EXERCISE OBJECTIVE:
Using the listing below, print exactly everything from the line with "kernel's /proc/self/smaps has" down to the line with "llvm::SmallVector<bool, 8> Hit(Size, false);", both included, and nothing more.
----
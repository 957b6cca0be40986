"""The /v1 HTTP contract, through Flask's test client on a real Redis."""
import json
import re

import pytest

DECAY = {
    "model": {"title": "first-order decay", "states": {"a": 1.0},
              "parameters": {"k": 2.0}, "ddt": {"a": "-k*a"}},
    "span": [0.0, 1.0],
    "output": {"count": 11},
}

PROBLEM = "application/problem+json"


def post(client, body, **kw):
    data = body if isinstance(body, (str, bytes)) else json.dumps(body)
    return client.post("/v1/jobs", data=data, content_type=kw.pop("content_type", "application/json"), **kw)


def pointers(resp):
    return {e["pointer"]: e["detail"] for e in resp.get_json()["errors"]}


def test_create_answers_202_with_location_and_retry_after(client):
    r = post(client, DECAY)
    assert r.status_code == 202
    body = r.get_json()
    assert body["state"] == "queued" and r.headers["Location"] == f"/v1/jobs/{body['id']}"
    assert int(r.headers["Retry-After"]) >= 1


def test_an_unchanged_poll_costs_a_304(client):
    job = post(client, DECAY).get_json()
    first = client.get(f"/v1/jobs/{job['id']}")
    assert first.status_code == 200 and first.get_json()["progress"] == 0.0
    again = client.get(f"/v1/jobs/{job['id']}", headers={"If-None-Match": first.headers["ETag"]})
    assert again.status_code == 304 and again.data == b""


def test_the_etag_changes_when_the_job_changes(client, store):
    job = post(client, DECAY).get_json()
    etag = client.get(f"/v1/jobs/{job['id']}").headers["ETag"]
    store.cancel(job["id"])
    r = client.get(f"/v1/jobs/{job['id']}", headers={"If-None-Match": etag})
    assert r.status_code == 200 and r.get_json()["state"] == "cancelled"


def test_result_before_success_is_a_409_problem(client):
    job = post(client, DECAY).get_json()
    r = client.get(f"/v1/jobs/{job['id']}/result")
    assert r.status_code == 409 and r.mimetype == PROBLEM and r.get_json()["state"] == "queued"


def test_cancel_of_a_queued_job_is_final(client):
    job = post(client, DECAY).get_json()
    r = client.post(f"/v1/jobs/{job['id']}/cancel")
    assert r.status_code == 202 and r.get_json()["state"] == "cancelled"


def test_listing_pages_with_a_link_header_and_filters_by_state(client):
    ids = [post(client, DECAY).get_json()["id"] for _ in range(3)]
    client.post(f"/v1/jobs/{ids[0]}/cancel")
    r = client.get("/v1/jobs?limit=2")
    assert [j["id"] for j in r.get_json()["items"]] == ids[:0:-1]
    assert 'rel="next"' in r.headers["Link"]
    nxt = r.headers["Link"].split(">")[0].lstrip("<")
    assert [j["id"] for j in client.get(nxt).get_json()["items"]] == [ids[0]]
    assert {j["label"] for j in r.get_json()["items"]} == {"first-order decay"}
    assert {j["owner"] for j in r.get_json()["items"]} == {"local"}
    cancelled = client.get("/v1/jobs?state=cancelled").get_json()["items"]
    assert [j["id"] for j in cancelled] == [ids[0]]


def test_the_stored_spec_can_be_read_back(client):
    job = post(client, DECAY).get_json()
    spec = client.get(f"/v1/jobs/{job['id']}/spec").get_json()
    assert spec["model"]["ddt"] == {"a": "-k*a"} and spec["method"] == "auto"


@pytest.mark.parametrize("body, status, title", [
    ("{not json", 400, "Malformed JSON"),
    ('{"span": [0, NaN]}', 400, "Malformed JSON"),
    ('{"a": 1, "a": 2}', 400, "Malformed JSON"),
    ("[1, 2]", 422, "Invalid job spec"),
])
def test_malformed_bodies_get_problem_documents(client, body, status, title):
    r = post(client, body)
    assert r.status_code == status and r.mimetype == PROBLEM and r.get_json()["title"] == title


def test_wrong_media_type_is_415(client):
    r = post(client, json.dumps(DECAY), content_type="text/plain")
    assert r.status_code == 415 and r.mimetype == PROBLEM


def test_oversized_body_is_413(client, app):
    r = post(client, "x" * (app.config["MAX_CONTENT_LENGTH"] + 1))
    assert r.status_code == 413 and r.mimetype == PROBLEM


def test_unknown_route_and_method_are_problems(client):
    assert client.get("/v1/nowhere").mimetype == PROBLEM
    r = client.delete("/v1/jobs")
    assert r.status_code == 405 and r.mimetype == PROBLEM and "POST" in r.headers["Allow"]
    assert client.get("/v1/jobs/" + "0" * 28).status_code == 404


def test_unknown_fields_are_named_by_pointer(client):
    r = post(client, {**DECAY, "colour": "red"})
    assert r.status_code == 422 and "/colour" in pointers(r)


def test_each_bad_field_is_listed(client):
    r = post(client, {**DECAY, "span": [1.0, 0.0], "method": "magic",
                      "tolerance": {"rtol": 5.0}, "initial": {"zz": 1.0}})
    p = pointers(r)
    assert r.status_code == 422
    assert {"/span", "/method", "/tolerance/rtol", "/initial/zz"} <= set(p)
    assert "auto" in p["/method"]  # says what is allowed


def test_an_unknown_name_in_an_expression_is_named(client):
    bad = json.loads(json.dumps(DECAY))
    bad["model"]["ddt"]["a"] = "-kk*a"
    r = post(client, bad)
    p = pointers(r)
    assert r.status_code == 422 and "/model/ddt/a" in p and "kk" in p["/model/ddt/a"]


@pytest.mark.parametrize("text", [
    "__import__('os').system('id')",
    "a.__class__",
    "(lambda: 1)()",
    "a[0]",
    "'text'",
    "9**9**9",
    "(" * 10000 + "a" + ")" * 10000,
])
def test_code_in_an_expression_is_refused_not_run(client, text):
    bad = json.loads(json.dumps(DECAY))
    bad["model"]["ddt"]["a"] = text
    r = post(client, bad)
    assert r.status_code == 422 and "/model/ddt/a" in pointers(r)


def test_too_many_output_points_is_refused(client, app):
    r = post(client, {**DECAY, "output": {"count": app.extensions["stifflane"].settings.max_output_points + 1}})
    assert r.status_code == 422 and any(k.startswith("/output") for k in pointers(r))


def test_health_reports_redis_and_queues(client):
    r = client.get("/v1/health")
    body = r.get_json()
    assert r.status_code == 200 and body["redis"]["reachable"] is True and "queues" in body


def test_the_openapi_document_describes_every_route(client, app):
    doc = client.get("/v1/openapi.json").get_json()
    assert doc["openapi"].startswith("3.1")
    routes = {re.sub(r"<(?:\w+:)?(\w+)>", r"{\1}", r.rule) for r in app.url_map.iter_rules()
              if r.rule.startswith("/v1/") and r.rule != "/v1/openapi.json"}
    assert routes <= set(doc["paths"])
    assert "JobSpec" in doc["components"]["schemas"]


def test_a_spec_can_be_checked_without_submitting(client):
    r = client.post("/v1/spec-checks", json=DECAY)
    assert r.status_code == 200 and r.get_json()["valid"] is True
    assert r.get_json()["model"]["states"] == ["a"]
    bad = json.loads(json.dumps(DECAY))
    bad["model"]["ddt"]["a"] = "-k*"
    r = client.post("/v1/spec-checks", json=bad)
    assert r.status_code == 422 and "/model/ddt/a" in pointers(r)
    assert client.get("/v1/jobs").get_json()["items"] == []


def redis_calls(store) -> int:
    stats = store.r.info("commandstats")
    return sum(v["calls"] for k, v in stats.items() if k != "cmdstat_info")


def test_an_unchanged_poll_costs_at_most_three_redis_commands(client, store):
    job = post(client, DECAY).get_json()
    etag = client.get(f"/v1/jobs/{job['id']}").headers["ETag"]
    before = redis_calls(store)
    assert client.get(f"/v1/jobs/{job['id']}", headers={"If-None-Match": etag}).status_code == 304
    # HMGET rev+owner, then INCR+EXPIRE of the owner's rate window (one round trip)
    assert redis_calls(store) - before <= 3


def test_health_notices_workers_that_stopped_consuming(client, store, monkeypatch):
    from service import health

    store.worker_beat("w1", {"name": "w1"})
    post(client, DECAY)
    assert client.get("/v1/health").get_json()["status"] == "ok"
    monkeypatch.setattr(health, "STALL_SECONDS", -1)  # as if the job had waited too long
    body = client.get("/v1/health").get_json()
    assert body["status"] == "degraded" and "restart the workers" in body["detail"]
----
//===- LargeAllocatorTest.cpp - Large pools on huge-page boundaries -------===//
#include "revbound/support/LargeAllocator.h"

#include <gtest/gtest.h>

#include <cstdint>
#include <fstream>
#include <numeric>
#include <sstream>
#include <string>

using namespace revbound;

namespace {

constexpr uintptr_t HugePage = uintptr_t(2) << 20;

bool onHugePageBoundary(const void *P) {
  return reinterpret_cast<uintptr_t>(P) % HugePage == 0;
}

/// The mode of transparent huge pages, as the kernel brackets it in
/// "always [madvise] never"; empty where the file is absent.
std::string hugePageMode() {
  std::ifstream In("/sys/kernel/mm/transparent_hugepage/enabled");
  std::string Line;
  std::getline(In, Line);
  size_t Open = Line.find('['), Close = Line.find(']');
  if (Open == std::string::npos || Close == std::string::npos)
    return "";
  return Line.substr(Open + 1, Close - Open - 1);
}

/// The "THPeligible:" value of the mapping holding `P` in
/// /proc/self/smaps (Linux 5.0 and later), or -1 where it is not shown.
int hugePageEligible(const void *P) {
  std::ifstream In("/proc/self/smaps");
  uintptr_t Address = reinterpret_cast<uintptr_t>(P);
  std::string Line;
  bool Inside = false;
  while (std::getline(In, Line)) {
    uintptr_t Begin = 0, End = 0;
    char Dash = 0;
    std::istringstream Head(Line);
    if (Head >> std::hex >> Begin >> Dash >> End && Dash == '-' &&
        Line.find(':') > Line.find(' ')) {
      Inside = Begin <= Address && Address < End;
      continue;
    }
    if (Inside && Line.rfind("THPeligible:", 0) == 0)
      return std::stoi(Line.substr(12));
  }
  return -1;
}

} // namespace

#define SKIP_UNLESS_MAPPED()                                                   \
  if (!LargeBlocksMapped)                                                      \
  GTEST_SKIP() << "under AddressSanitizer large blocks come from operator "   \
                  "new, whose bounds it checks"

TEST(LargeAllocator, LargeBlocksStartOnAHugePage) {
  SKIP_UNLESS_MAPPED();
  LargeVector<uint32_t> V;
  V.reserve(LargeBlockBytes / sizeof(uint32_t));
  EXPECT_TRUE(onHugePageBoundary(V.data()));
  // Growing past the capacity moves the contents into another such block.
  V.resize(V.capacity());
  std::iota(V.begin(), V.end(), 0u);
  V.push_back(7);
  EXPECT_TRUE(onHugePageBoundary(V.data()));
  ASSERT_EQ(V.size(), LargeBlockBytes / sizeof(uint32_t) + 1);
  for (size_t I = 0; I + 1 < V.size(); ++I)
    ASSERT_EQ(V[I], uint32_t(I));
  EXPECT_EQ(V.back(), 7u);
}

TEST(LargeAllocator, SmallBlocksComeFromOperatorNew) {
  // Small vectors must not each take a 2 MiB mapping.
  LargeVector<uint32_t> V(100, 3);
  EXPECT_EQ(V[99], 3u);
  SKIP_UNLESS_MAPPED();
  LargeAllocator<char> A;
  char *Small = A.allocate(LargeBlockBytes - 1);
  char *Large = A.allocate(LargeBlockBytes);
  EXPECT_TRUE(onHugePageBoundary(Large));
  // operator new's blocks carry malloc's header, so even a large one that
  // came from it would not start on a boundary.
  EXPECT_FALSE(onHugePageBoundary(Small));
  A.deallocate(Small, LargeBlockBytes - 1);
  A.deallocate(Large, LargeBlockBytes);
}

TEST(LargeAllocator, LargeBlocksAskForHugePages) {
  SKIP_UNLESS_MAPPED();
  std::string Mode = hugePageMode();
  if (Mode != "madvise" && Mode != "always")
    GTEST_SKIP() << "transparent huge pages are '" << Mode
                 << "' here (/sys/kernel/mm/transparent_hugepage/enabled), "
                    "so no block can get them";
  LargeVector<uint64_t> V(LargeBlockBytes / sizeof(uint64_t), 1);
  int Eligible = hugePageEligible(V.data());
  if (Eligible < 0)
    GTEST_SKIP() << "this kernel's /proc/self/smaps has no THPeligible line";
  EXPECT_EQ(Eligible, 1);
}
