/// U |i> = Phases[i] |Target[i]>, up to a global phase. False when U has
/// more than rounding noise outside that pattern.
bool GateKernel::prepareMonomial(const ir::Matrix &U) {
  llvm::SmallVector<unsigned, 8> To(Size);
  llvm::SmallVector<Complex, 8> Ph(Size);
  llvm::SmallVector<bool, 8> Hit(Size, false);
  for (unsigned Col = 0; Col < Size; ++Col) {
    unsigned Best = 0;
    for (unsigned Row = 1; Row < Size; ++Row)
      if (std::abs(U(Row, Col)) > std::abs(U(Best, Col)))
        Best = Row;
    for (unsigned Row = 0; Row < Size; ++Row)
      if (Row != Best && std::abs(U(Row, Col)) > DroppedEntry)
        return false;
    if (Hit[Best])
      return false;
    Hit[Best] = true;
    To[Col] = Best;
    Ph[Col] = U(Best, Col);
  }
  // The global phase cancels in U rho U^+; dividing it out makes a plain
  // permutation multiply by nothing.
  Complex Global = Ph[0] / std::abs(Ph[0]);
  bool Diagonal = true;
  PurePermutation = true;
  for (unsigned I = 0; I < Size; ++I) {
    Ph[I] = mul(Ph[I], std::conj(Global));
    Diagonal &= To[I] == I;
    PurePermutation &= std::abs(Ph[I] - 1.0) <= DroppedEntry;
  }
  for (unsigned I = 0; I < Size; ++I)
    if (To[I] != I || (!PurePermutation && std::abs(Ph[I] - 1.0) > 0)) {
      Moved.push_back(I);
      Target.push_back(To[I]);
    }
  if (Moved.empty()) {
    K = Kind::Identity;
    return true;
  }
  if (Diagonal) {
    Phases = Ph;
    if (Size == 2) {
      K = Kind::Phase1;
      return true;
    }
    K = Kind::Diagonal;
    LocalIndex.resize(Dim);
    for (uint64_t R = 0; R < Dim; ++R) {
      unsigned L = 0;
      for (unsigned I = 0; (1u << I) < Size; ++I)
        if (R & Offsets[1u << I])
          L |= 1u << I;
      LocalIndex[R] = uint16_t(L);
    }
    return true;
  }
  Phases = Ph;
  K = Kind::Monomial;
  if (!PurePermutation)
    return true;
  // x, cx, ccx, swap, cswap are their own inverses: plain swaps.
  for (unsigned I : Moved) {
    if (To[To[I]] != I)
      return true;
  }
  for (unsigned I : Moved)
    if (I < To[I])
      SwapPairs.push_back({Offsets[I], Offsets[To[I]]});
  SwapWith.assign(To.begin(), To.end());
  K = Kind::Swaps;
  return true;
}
----
RESULT:
    GTEST_SKIP() << "this kernel's /proc/self/smaps has no THPeligible line";
  EXPECT_EQ(Eligible, 1);
}
/// U |i> = Phases[i] |Target[i]>, up to a global phase. False when U has
/// more than rounding noise outside that pattern.
bool GateKernel::prepareMonomial(const ir::Matrix &U) {
  llvm::SmallVector<unsigned, 8> To(Size);
  llvm::SmallVector<Complex, 8> Ph(Size);
  llvm::SmallVector<bool, 8> Hit(Size, false);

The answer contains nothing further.